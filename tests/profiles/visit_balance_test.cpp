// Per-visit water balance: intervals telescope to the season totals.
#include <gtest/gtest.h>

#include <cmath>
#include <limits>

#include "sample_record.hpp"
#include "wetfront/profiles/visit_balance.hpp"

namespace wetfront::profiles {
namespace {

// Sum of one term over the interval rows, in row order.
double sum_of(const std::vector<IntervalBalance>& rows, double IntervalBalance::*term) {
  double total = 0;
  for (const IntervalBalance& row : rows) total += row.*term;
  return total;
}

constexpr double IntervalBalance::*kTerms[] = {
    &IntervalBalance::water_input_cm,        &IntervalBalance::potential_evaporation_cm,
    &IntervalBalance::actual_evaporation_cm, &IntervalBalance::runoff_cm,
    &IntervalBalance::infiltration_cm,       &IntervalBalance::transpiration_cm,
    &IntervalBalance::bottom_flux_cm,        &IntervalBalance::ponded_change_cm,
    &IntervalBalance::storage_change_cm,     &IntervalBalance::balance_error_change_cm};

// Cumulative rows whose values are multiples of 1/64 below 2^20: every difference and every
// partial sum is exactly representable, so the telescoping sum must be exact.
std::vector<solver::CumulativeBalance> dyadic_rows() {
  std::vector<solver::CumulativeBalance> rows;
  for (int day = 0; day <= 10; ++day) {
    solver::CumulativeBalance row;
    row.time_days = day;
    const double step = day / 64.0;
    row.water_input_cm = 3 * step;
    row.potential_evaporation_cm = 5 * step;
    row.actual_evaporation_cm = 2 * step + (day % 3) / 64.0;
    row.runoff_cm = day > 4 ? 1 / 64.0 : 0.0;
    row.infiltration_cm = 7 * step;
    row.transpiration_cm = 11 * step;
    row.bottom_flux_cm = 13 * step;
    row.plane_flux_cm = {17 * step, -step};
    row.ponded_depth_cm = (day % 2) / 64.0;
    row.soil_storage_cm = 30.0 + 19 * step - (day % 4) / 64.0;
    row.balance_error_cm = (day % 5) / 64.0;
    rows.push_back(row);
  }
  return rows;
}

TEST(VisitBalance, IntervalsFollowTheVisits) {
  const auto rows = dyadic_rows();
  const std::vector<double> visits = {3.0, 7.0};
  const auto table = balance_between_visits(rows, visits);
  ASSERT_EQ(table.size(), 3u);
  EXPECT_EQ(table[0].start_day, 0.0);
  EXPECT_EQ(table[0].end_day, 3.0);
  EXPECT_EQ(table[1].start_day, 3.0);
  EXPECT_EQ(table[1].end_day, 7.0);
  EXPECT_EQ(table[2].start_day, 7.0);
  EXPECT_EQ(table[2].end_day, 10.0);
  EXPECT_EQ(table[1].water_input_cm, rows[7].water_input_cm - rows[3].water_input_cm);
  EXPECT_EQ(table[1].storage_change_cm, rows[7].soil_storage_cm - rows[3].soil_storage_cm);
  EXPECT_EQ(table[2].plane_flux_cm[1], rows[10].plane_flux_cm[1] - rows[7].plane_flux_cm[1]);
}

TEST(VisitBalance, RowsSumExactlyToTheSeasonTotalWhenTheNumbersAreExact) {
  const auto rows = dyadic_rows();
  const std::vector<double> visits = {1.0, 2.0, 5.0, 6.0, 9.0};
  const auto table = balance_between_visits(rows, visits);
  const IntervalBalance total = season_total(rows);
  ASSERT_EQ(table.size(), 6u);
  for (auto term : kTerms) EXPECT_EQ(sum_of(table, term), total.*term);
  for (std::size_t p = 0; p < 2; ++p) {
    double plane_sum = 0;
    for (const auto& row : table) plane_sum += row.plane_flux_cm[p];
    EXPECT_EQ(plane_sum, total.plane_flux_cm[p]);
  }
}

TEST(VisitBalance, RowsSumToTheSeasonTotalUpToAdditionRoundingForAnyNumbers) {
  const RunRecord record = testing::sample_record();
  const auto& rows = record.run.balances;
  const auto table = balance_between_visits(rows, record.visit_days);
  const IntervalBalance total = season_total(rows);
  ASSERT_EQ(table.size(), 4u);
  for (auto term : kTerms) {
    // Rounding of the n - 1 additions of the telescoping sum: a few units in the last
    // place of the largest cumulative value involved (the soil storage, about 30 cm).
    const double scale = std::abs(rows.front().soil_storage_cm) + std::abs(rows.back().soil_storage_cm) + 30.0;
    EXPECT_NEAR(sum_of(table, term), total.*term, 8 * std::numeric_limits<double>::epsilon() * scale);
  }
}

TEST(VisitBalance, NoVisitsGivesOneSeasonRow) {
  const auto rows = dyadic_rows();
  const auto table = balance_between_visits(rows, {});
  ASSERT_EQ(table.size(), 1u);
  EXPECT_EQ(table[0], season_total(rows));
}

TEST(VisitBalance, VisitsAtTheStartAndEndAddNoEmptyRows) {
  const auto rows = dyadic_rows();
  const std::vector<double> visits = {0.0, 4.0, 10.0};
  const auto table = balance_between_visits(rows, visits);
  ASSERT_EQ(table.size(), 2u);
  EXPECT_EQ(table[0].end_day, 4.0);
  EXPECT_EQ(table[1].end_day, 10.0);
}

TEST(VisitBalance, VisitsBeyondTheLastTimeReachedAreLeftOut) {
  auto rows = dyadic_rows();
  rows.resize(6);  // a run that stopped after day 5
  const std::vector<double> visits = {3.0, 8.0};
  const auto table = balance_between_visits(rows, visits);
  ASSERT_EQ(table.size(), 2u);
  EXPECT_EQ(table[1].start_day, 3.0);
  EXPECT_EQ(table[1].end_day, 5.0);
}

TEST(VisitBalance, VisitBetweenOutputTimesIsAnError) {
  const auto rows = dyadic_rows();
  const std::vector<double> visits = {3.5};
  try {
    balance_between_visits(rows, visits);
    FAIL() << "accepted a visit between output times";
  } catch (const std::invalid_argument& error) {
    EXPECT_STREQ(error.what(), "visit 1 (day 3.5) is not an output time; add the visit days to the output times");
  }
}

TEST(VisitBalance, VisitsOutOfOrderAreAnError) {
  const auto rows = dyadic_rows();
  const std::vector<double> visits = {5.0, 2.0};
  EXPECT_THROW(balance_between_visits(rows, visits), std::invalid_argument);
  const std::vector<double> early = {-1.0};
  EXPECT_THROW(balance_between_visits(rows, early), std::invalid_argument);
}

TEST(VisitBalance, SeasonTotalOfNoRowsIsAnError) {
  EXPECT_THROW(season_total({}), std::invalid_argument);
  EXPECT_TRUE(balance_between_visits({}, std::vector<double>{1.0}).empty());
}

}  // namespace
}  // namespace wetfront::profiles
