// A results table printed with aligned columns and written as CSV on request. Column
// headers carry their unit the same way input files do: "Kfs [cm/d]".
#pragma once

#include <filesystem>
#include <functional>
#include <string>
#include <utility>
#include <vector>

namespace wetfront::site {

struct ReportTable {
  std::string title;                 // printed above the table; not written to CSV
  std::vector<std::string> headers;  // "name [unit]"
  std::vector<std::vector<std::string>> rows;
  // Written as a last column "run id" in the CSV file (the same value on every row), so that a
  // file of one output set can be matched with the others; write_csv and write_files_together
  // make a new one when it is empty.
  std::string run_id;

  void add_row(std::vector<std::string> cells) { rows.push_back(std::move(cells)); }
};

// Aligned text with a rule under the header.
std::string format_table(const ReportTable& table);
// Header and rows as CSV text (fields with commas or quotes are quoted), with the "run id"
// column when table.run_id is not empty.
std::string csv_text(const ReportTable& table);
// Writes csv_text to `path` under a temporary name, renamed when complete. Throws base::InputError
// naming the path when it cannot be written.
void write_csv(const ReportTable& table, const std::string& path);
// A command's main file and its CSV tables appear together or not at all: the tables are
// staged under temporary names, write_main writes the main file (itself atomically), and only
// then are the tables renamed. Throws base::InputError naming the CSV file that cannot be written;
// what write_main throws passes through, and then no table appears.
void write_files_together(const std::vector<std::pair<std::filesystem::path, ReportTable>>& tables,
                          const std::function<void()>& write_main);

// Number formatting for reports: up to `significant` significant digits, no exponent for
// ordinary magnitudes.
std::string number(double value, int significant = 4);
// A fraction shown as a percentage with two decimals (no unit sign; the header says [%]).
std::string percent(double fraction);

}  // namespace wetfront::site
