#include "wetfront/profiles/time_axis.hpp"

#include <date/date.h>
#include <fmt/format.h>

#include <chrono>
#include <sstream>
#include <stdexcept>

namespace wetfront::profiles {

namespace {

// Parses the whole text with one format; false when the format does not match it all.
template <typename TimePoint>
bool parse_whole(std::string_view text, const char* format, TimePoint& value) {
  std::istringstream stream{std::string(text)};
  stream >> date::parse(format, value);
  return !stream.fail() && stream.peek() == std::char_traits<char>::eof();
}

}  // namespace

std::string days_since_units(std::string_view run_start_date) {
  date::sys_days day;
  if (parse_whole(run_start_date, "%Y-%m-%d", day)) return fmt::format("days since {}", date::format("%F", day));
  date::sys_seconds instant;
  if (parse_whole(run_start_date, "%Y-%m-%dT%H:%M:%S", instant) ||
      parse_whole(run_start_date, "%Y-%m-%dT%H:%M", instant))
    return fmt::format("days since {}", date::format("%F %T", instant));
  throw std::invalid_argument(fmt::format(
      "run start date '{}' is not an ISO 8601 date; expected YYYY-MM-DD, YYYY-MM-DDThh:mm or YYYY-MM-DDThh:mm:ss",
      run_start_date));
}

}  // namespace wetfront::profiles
══════════════════════════════
▸ EXERCISE REQUIREMENTS:
The line with "in row order." is the last to include; transcribe exactly every line from the top of the material above down to it.

▸ YOUR SOLUTION:
filename tests/profiles/visit_balance_test.cpp
// Per-visit water balance: intervals telescope to the season totals.
#include <gtest/gtest.h>

#include <cmath>
#include <limits>

#include "sample_record.hpp"
#include "wetfront/profiles/visit_balance.hpp"

namespace wetfront::profiles {
namespace {

// Sum of one term over the interval rows, in row order.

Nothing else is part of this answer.